Ripple has connected Hyperliquid to Ripple Prime, which is the first time the platform has offered direct access to a DeFi venue, according to a Ripple Prime spokesperson.
Through this integration, Ripple Prime clients can access Hyperliquid’s onchain derivatives and manage those positions in the same prime brokerage platform they use for other exposures. These exposures may include centralized crypto venues as well as traditional markets such as foreign exchange and fixed income.

Even when clients tap liquidity on Hyperliquid, Ripple Prime remains their only counterparty. Practically, Ripple Prime sits between clients and the trading venues underneath, so institutions can manage positions across platforms using one unified risk and margin setup, rather than maintaining separate margin rules at each venue.

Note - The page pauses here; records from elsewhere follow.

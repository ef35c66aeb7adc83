// Accuracy of initial rates on simulated coupled-assay plates (fitting/rates.h).
//
// Scenario (invented, our own): 40 plates × 8 substrate levels = 320 wells.
// Per plate, drawn with a fixed-seed std::mt19937_64:
//   pathlength 0.3–1 cm; coupling lag τ 0–1 min; read 30 min every 15 s,
//   60 min every 30 s or 45 min every 22.5 s (121 reads); lowest [S] between
//   0.2 and 0.4 × Km, the others up to 30 × the lowest; Vmax such that the
//   lowest well uses 10–30 % of its substrate over the read and its A340
//   falls by 0.02 (the design rule: even the weakest well moves 0.02 A);
//   every third plate carries a competitive inhibitor at I = Ki (apparent Km
//   doubled, the design rule still met through Vmax).
// Each well is integrated with RK4 (step ≤ 0.01 min and ≤ τ/8):
//   dS/dt = −Vmax·S/(Km·(1 + I/Ki) + S)      (Michaelis–Menten)
//   dI/dt = Vmax·S/(…) − I/τ                 (intermediate, first-order coupling)
//   dN/dt = −I/τ                             (NADH, one per turnover)
//   A(t)  = ε·l·N·1e-6 + 0.05 + noise,  ε = 6220 M⁻¹cm⁻¹, N(0) = 1/(ε·l) M
// with Gaussian read noise σ. The truth is v0 = Vmax·S0/(Km·(1 + I/Ki) + S0).
//
// Figures measured when this test was written (σ = 0.0005 A unless noted):
//   auto      median 0.64 %, 95th percentile 3.4 %, CI coverage 97 %
//   progress  median 0.58 %, 95th percentile 2.3 %, CI coverage 97 %
//   σ = 0.002 auto median 1.4 %, p95 12 %, coverage 96 %;
//             progress median 1.1 %, p95 4.0 %, coverage 97 %
#include <algorithm>
#include <cmath>
#include <iostream>
#include <random>
#include <vector>

#include <gtest/gtest.h>

#include "fitting/rates.h"

namespace ratewell {
namespace {

constexpr double kEpsilon = 6220.0;  // NADH, 340 nm (Horecker & Kornberg 1948)
constexpr std::uint64_t kSeed = 20240611;
constexpr int kPlates = 40;
constexpr int kLevels = 8;

// The acceptance targets of the rate code (issue "Initial rates from every
// well"): over valid wells, median |error| ≤ 2 %, 95th percentile ≤ 6 %, and
// the true rate inside the 95 % interval for at least 90 % of wells.
constexpr double kMedianTarget = 0.02;
constexpr double kP95Target = 0.06;
constexpr double kCoverageTarget = 0.90;

struct WellTruth {
  double s0_uM = 0.0;
  double km_uM = 0.0;
  double vmax_uM_per_min = 0.0;
  double inhibitor_over_ki = 0.0;
  double tau_min = 0.0;
  double pathlength_cm = 1.0;
  double read_interval_min = 0.25;
  double read_span_min = 30.0;
  double KmApparent() const { return km_uM * (1.0 + inhibitor_over_ki); }
  double InitialRate() const { return vmax_uM_per_min * s0_uM / (KmApparent() + s0_uM); }
  double Factor() const { return -1e6 / (kEpsilon * pathlength_cm); }
};

struct SimulatedWell {
  WellTruth truth;
  Series series;
  double consumed_fraction = 0.0;  // of S0, over the whole read
  bool lowest_level = false;
};

Series Simulate(const WellTruth& w, double noise_sd, std::mt19937_64& rng,
                double* consumed_fraction) {
  const double km = w.KmApparent();
  auto rate = [&](double s) {
    s = std::max(s, 0.0);
    return w.vmax_uM_per_min * s / (km + s);
  };
  const double nadh0_uM = 1.0 / (kEpsilon * w.pathlength_cm) * 1e6;
  const double step = w.tau_min > 0.0 ? std::min(0.01, w.tau_min / 8.0) : 0.01;
  double s = w.s0_uM, intermediate = 0.0, nadh = nadh0_uM, t = 0.0;
  std::normal_distribution<double> noise(0.0, noise_sd);
  Series series;
  const int reads = static_cast<int>(std::lround(w.read_span_min / w.read_interval_min)) + 1;
  for (int r = 0; r < reads; ++r) {
    const double target = r * w.read_interval_min;
    while (t < target - 1e-12) {
      const double h = std::min(step, target - t);
      if (w.tau_min > 0.0) {
        auto f = [&](double ss, double ii, double d[3]) {
          const double v = rate(ss);
          d[0] = -v;
          d[1] = v - ii / w.tau_min;
          d[2] = -ii / w.tau_min;
        };
        double k1[3], k2[3], k3[3], k4[3];
        f(s, intermediate, k1);
        f(s + h / 2 * k1[0], intermediate + h / 2 * k1[1], k2);
        f(s + h / 2 * k2[0], intermediate + h / 2 * k2[1], k3);
        f(s + h * k3[0], intermediate + h * k3[1], k4);
        s += h / 6 * (k1[0] + 2 * k2[0] + 2 * k3[0] + k4[0]);
        intermediate += h / 6 * (k1[1] + 2 * k2[1] + 2 * k3[1] + k4[1]);
        nadh += h / 6 * (k1[2] + 2 * k2[2] + 2 * k3[2] + k4[2]);
      } else {
        const double k1 = -rate(s), k2 = -rate(s + h / 2 * k1), k3 = -rate(s + h / 2 * k2),
                     k4 = -rate(s + h * k3);
        const double ds = h / 6 * (k1 + 2 * k2 + 2 * k3 + k4);
        s += ds;
        nadh += ds;
      }
      t += h;
    }
    const double absorbance = kEpsilon * w.pathlength_cm * nadh * 1e-6 + 0.05 + noise(rng);
    series.Append(target, absorbance, PointStatus::kValid);
  }
  *consumed_fraction = 1.0 - s / w.s0_uM;
  return series;
}

std::vector<SimulatedWell> SimulatePlates(double noise_sd) {
  std::mt19937_64 rng(kSeed);
  std::uniform_real_distribution<double> uniform(0.0, 1.0);
  std::vector<SimulatedWell> wells;
  for (int plate = 0; plate < kPlates; ++plate) {
    const double pathlength = 0.3 + 0.7 * uniform(rng);
    const double tau = uniform(rng);
    const double span = plate % 3 == 0 ? 30.0 : (plate % 3 == 1 ? 60.0 : 45.0);
    const double interval = span / 120.0;
    const double lowest_fraction = 0.1 + 0.2 * uniform(rng);
    const double lowest_s0 = 0.02 / (lowest_fraction * kEpsilon * 1e-6 * pathlength);
    const double km = lowest_s0 / (0.2 + 0.2 * uniform(rng));
    const double inhibitor_over_ki = plate % 3 == 2 ? 1.0 : 0.0;
    const double km_apparent = km * (1.0 + inhibitor_over_ki);
    // Vmax from the integrated Michaelis–Menten time to use lowest_fraction:
    // t = (f·S0 + Km·ln(1/(1 − f)))/Vmax = span.
    const double vmax =
        (lowest_fraction * lowest_s0 + km_apparent * std::log(1.0 / (1.0 - lowest_fraction))) /
        span;
    for (int level = 0; level < kLevels; ++level) {
      SimulatedWell well;
      well.truth.s0_uM = lowest_s0 * std::pow(30.0, level / (kLevels - 1.0));
      well.truth.km_uM = km;
      well.truth.vmax_uM_per_min = vmax;
      well.truth.inhibitor_over_ki = inhibitor_over_ki;
      well.truth.tau_min = tau;
      well.truth.pathlength_cm = pathlength;
      well.truth.read_interval_min = interval;
      well.truth.read_span_min = span;
      well.lowest_level = level == 0;
      well.series = Simulate(well.truth, noise_sd, rng, &well.consumed_fraction);
      wells.push_back(std::move(well));
    }
  }
  return wells;
}

struct Figures {
  int wells = 0;
  int ok = 0;
  double median = 0.0;      // of |estimate/truth − 1| over ok wells
  double p95 = 0.0;
  double coverage = 0.0;    // fraction of ok wells whose 95 % CI holds the truth
  double median_signed = 0.0;
};

double Quantile(std::vector<double> values, double q) {
  if (values.empty()) return 0.0;
  std::sort(values.begin(), values.end());
  const std::size_t k = std::min(values.size() - 1, static_cast<std::size_t>(q * values.size()));
  return values[k];
}

template <typename Select>
Figures Measure(const std::vector<SimulatedWell>& wells, RateMethod method, Select select,
                bool known_tau = false) {
  RateOptions options;
  options.method = method;
  Figures figures;
  std::vector<double> error, signed_error;
  int covered = 0;
  for (const SimulatedWell& well : wells) {
    if (!select(well)) continue;
    ++figures.wells;
    RateInput input;
    input.series = &well.series;
    input.product_uM_per_A = well.truth.Factor();
    input.substrate_uM = well.truth.s0_uM;
    if (known_tau) input.coupling_tau_min = well.truth.tau_min;
    const RateEstimate estimate = EstimateInitialRate(input, options);
    if (!estimate.ok) continue;
    ++figures.ok;
    const double truth = well.truth.InitialRate();
    const double relative = estimate.rate_uM_per_min / truth - 1.0;
    error.push_back(std::abs(relative));
    signed_error.push_back(relative);
    if (truth >= estimate.ci95_lo_uM_per_min && truth <= estimate.ci95_hi_uM_per_min) ++covered;
  }
  figures.median = Quantile(error, 0.5);
  figures.p95 = Quantile(error, 0.95);
  figures.median_signed = Quantile(signed_error, 0.5);
  figures.coverage = figures.ok > 0 ? static_cast<double>(covered) / figures.ok : 0.0;
  return figures;
}

void Print(const char* label, const Figures& f) {
  std::cout << "[ figures  ] " << label << ": " << f.ok << "/" << f.wells
            << " wells, median |error| " << 100 * f.median << " %, 95th percentile "
            << 100 * f.p95 << " %, median signed " << 100 * f.median_signed
            << " %, CI coverage " << 100 * f.coverage << " %\n";
}

bool AllWells(const SimulatedWell&) { return true; }
bool LowestLevel(const SimulatedWell& w) { return w.lowest_level; }
bool LargeDepletion(const SimulatedWell& w) { return w.consumed_fraction >= 0.2; }

class RateAccuracyTest : public ::testing::Test {
 protected:
  static void SetUpTestSuite() {
    quiet_ = new std::vector<SimulatedWell>(SimulatePlates(0.0005));
    noisy_ = new std::vector<SimulatedWell>(SimulatePlates(0.002));
  }
  static void TearDownTestSuite() {
    delete quiet_;
    delete noisy_;
  }
  static std::vector<SimulatedWell>* quiet_;
  static std::vector<SimulatedWell>* noisy_;
};
std::vector<SimulatedWell>* RateAccuracyTest::quiet_ = nullptr;
std::vector<SimulatedWell>* RateAccuracyTest::noisy_ = nullptr;

TEST_F(RateAccuracyTest, ScenarioMeetsItsDesignRules) {
  // The test is only as good as its scenario: up to 30 % used by the weakest
  // wells, which move by 0.02 A.
  double max_consumed = 0.0;
  int large = 0;
  for (const SimulatedWell& w : *quiet_) {
    max_consumed = std::max(max_consumed, w.consumed_fraction);
    large += LargeDepletion(w) ? 1 : 0;
    if (w.lowest_level) {
      const double drop = w.series.value.front() - w.series.value.back();
      EXPECT_NEAR(drop, 0.02, 0.003);  // 0.02 A plus read noise at both ends
    }
  }
  EXPECT_EQ(quiet_->size(), static_cast<std::size_t>(kPlates * kLevels));
  EXPECT_LE(max_consumed, 0.31);
  EXPECT_GE(max_consumed, 0.25);
  EXPECT_GE(large, 20);
}

TEST_F(RateAccuracyTest, AutoRecoversInitialRatesWithinTargets) {
  const Figures f = Measure(*quiet_, RateMethod::kAuto, AllWells);
  Print("auto, sigma 0.0005 A", f);
  EXPECT_EQ(f.ok, f.wells);
  EXPECT_LE(f.median, kMedianTarget);
  EXPECT_LE(f.p95, kP95Target);
  EXPECT_GE(f.coverage, kCoverageTarget);
  // The bend correction leaves no systematic error worth naming: the median
  // signed error is well inside the median absolute error.
  EXPECT_LT(std::abs(f.median_signed), 0.5 * f.median);
}

TEST_F(RateAccuracyTest, ProgressRecoversInitialRatesWithinTargets) {
  const Figures f = Measure(*quiet_, RateMethod::kProgress, AllWells);
  Print("progress, sigma 0.0005 A", f);
  EXPECT_EQ(f.ok, f.wells);
  EXPECT_LE(f.median, kMedianTarget);
  EXPECT_LE(f.p95, kP95Target);
  EXPECT_GE(f.coverage, kCoverageTarget);
}

TEST_F(RateAccuracyTest, ProgressDoesBetterWhereDepletionIsLarge) {
  // Wells that use ≥ 20 % of their substrate over the read: auto stops at
  // 10 % and keeps only part of the trace, progress fits all of it.
  const Figures automatic = Measure(*quiet_, RateMethod::kAuto, LargeDepletion);
  const Figures progress = Measure(*quiet_, RateMethod::kProgress, LargeDepletion);
  Print("auto, wells >= 20 % depleted", automatic);
  Print("progress, wells >= 20 % depleted", progress);
  ASSERT_GE(automatic.wells, 20);
  EXPECT_LT(progress.median, automatic.median);
  EXPECT_LT(progress.p95, automatic.p95);
  EXPECT_GE(progress.coverage, kCoverageTarget);
}

TEST_F(RateAccuracyTest, LinearAndLagReadLowUnderDepletion) {
  // Documented behaviour: window averages read low when the substrate runs
  // down, and their intervals then miss the initial rate. At ≤ 10 % consumed
  // the bias is about ε·f/2: more than 0.5 % in the median.
  constexpr double kDocumentedBias = -0.005;
  for (RateMethod method : {RateMethod::kLinear, RateMethod::kLag}) {
    const Figures f = Measure(*quiet_, method, AllWells);
    Print(RateMethodToString(method), f);
    EXPECT_LT(f.median_signed, kDocumentedBias) << RateMethodToString(method);
    EXPECT_LT(f.coverage, kCoverageTarget) << RateMethodToString(method);
  }
}

TEST_F(RateAccuracyTest, AutoDegradesGracefullyAtFourTimesTheNoise) {
  // σ = 0.002 A: the weakest wells move by only 10 σ over the whole read and
  // by about 3 σ over their 10 % window. No target is set for this case; the
  // bounds are the measured figures (median 1.4 %, p95 12 %) with room for
  // noise, so that a regression shows. The interval must stay honest.
  constexpr double kMedianBound = 0.025;
  constexpr double kP95Bound = 0.18;
  const Figures f = Measure(*noisy_, RateMethod::kAuto, AllWells);
  const Figures weakest = Measure(*noisy_, RateMethod::kAuto, LowestLevel);
  const Figures progress = Measure(*noisy_, RateMethod::kProgress, AllWells);
  Print("auto, sigma 0.002 A", f);
  Print("auto, sigma 0.002 A, lowest [S]", weakest);
  Print("progress, sigma 0.002 A", progress);
  EXPECT_LE(f.median, kMedianBound);
  EXPECT_LE(f.p95, kP95Bound);
  EXPECT_GE(f.coverage, kCoverageTarget);
  EXPECT_GE(progress.coverage, kCoverageTarget);
  EXPECT_LE(progress.p95, kP95Target);
}

TEST_F(RateAccuracyTest, KnownCouplingTauTightensTheWeakestWells) {
  // τ belongs to the coupling system; given from a first pass over strong
  // wells it no longer has to be found in each weak well's short window.
  const Figures fitted = Measure(*quiet_, RateMethod::kAuto, LowestLevel, false);
  const Figures known = Measure(*quiet_, RateMethod::kAuto, LowestLevel, true);
  Print("auto, lowest [S], tau fitted", fitted);
  Print("auto, lowest [S], tau known", known);
  EXPECT_LT(known.p95, fitted.p95);
  EXPECT_GE(known.coverage, kCoverageTarget);
}

}  // namespace
}  // namespace ratewell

Ripple Prime called this connection its “first DeFi venue.” It also matches a bigger shift in the market:
Institutional participation in DeFi is expanding, and more firms want onchain access through structures that resemble traditional prime brokerage. Ripple Prime says it intends to support both centralized and decentralized liquidity venues as institutional demand grows.
Michael Higgins, international CEO at Ripple Prime, said the focus is to blend decentralized finance with institutional workflows by enabling direct trading, yield opportunities, and broader digital asset access—while improving liquidity reach, efficiency, and innovation for clients.
Ripple Prime was formed after Ripple acquired Hidden Road for $1.25 billion. The acquisition was announced in April 2025, closed in October 2025, and then rebranded as Ripple Prime. The platform serves over 300 institutional clients and clears more than $3 trillion per year across markets.

In October 2025, Ripple said Ripple Prime’s business had tripled since the deal was announced, with additional growth expected from both new and existing clients. Ripple Prime provides clearing, prime brokerage, and financing across foreign exchange, digital assets, derivatives, swaps, and fixed income, with XRP and Ripple’s RLUSD stablecoin included across parts of its offering.